In the most simple sense – if the average points achieved by most students have increased, the requirements needed for each course are sure to soar too. This, paired with a record number of applicants to high-points courses, means that students may have to gear themselves up for a major mood change when Friday’s course offers are released.

For deferral students especially, yesterday’s results may have dissipated hopes entirely. While many may have taken a gap year for financial or personal reasons, these applicants now have the daunting task of going up against a group of students who have achieved the highest leaving certificate results ever recorded. While it may have been obvious in previous years that the leaving certificate was not quite the great equaliser it claims to be, this year may prove especially cruel.

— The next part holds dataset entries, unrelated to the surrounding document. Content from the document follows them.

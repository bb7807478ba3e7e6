import { test } from 'vitest';
import { checkRule } from '../testing/check-rule';
import { dwellInCut } from './dwell-in-cut';

const START = 'G21 G90 G17 G54\nT1 M6\nS18000 M3\nG43 H1\nG0 X50 Y50 Z5';

test('holds a long dwell turning in the stock', () => {
  checkRule(
    dwellInCut,
    {},
    `
${START}
G1 Z-5 F1000
G4 P1.5
^^^^^^^ dwell-in-cut (hold): Dwells 1.5 s with the cutter turning 5 mm (0.197 in) deep in the stock.
M30
`,
  );
});

test('reads the dwell in the controller’s own unit', () => {
  const program = `\n${START}\nG1 Z-5 F1000\nG4 P900\nM30\n`;
  checkRule(dwellInCut, { controller: { dwell: 'milliseconds' } }, program);
});

test('allows a second, dwells above the stock, with the spindle off, of drills and of cycles', () => {
  checkRule(
    dwellInCut,
    {},
    `
${START}
G4 P5
G1 Z-5 F1000
G4 P1
G0 Z5
G82 X60 Y60 Z-5 R2 P2 F300
G80
M5
T3 M6
S6000 M3
G43 H3
G0 X50 Y50 Z5
G1 Z-5
G4 P2
G0 Z5
M5
G4 P6
M30
`,
  );
});
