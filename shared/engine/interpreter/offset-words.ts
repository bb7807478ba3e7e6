import { LETTER } from '../blocks/block';
import { GROUP, codeName } from '../blocks/code-groups';
import { SETTING } from './machine';
import { setModal } from './modal-words';
import { tellProblem, type Run } from './run';
import { wholeNumber } from './tool-change';

/** Recomputes where program zero lies after any change of origin, shift or length. */
export function placeProgramZero(run: Run): void {
  const { machine, offsets } = run;
  const origin = offsets.origin(machine.workOffset);
  machine.originX = origin.x;
  machine.originY = origin.y;
  machine.originZ = origin.z;
  machine.originA = origin.a;
  machine.shiftX = offsets.preset.x + offsets.local.x;
  machine.shiftY = offsets.preset.y + offsets.local.y;
  machine.shiftZ = offsets.preset.z + offsets.local.z;
  machine.shiftA = offsets.preset.a + offsets.local.a;
  machine.baseX = (origin.x ?? 0) + machine.shiftX;
  machine.baseY = (origin.y ?? 0) + machine.shiftY;
  machine.baseZ = (origin.z ?? 0) + machine.shiftZ + machine.lengthOffset;
  machine.baseA = (origin.a ?? 0) + machine.shiftA;
}

export function applyWorkOffset(run: Run): void {
  const { block, machine } = run;
  const to = codeName('G', block.codes[GROUP.workOffset]!);
  const from = machine.workOffset;
  machine.workOffset = to;
  placeProgramZero(run);
  setModal(run, 'workOffset', GROUP.workOffset, from, to);
  run.tell.offsetChanged({ from, to, place: machine.place({ code: to }) });
}

/** G43, G43.1 and G49: no motion; the next Z word meets the new length. */
export function applyLength(run: Run): void {
  const { block, machine } = run;
  const code = block.codes[GROUP.length]!;
  if (code === 490) return setLength(run, 'G49', null, 0);
  if (code === 431) {
    if (!block.has(LETTER.Z)) return refuseLength(run, 'G43.1', 'Z');
    return setLength(run, 'G43.1', null, block.value(LETTER.Z) * machine.unit);
  }
  if (block.has(LETTER.H)) {
    const number = wholeNumber(block.value(LETTER.H));
    if (!(number >= 0)) {
      tellProblem(
        run,
        'out-of-range-word',
        { letters: 'H' },
        {
          letter: 'H',
          what: 'H',
          value: block.value(LETTER.H),
          needs: 'whole',
        },
      );
      run.refused = true;
      return;
    }
    return setLength(run, 'G43', number, lengthInTable(run, number));
  }
  const { number } = machine.held;
  if (run.controller.switches.lengthWithoutH === 'refused' || run.controller.switches.strict)
    return refuseLength(run, 'G43', 'H');
  setLength(run, 'G43', number, number === null ? 0 : lengthInTable(run, number));
}

function refuseLength(run: Run, code: string, letter: string): void {
  tellProblem(run, 'missing-word', { code }, { code, letter });
  run.refused = true;
}

/** H0 is no offset; an H that the table does not hold counts as zero and is told. */
function lengthInTable(run: Run, number: number): number {
  if (number === 0) return 0;
  const length = run.shop.setup.offsets.length[String(number)];
  if (length === undefined)
    tellProblem(run, 'length-offset-missing', { letters: 'H' }, { reason: 'not-in-table', number });
  return length ?? 0;
}

export function setLength(
  run: Run,
  code: 'G43' | 'G43.1' | 'G49',
  number: number | null,
  after: number,
): void {
  const { block, machine } = run;
  const before = machine.lengthOffset;
  machine.lengthOffset = after;
  machine.lengthFrom = number;
  machine.lengthAppliedFor = code === 'G49' ? null : machine.held.number;
  placeProgramZero(run);
  machine.noteSet(SETTING.lengthOffset, block.codeWords[GROUP.length]!);
  run.tell.lengthOffset({
    code,
    number,
    before,
    after,
    place: machine.place({ letters: code === 'G43' ? 'H' : '', code }),
  });
}
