import { test } from 'vitest';
import { checkRule } from '../testing/check-rule';
import { lengthOffsetDisagrees } from './length-offset-disagrees';

test('holds a difference of more than 0.05 mm and stops one of more than 1 mm', () => {
  checkRule(
    lengthOffsetDisagrees,
    { offsets: { length: { 1: 95.06, 2: 90.99 } } },
    `
G21 G90 G54
T1 M6
G43 H1 Z50
^^^^^^ length-offset-disagrees (hold): The offset table holds 95.06 mm (3.743 in) for T1 (10 mm end mill), the tool list makes it 95 mm (3.74 in): its tip runs 0.06 mm (0.0024 in) too high, if the list is right.
T2 M6
G43 H2 Z50
^^^^^^ length-offset-disagrees (stop): The offset table holds 90.99 mm (3.582 in) for T2 (6 mm end mill), the tool list makes it 92 mm (3.622 in): its tip runs 1.01 mm (0.0398 in) too low, if the list is right.
M30
`,
  );
});

test('allows exactly 0.05 mm, and counts lengths from the reference of the table', () => {
  checkRule(
    lengthOffsetDisagrees,
    {
      controller: { lengthScheme: 'from-master', lengthReference: 90 },
      offsets: { length: { 1: 5.05, 2: 2, 5: 0 } },
    },
    `
G21 G90 G54
T1 M6
G43 H1 Z50
T2 M6
G43 H2 Z50
M30
`,
  );
});

test('does not judge touch-off values', () => {
  checkRule(
    lengthOffsetDisagrees,
    { controller: { lengthScheme: 'touch-off' }, offsets: { length: { 1: -104.2 } } },
    `
G21 G90 G54
T1 M6
G43 H1 Z50
M30
`,
  );
});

Hope is not entirely lost for students, however. A preemptive decision by Minister for Higher Education Simon Harris to expand many university class sizes may have curtailed the disastrous potential of the not-tried-and-tested calculated grades system. While 360 of the places will be made in the health and education sectors, the remaining will be spread out across other high demand courses. Although this may allow for a greater proportion of incoming fresher students to secure their place in higher education, students should perhaps hold back on celebrations until the reality of this surge of interest plays out on Friday.

In the midst of such worldwide trauma and disarray, students being overjoyed by their grades is certainly a reason to celebrate. Yet, like many factors of this complicated and unrelenting virus, the effect of this one-year-only calculated grades system will be felt across the higher education sector for many, many years to come. And if the past is any indication of the future, this major increase in points requirements may take years to come back from.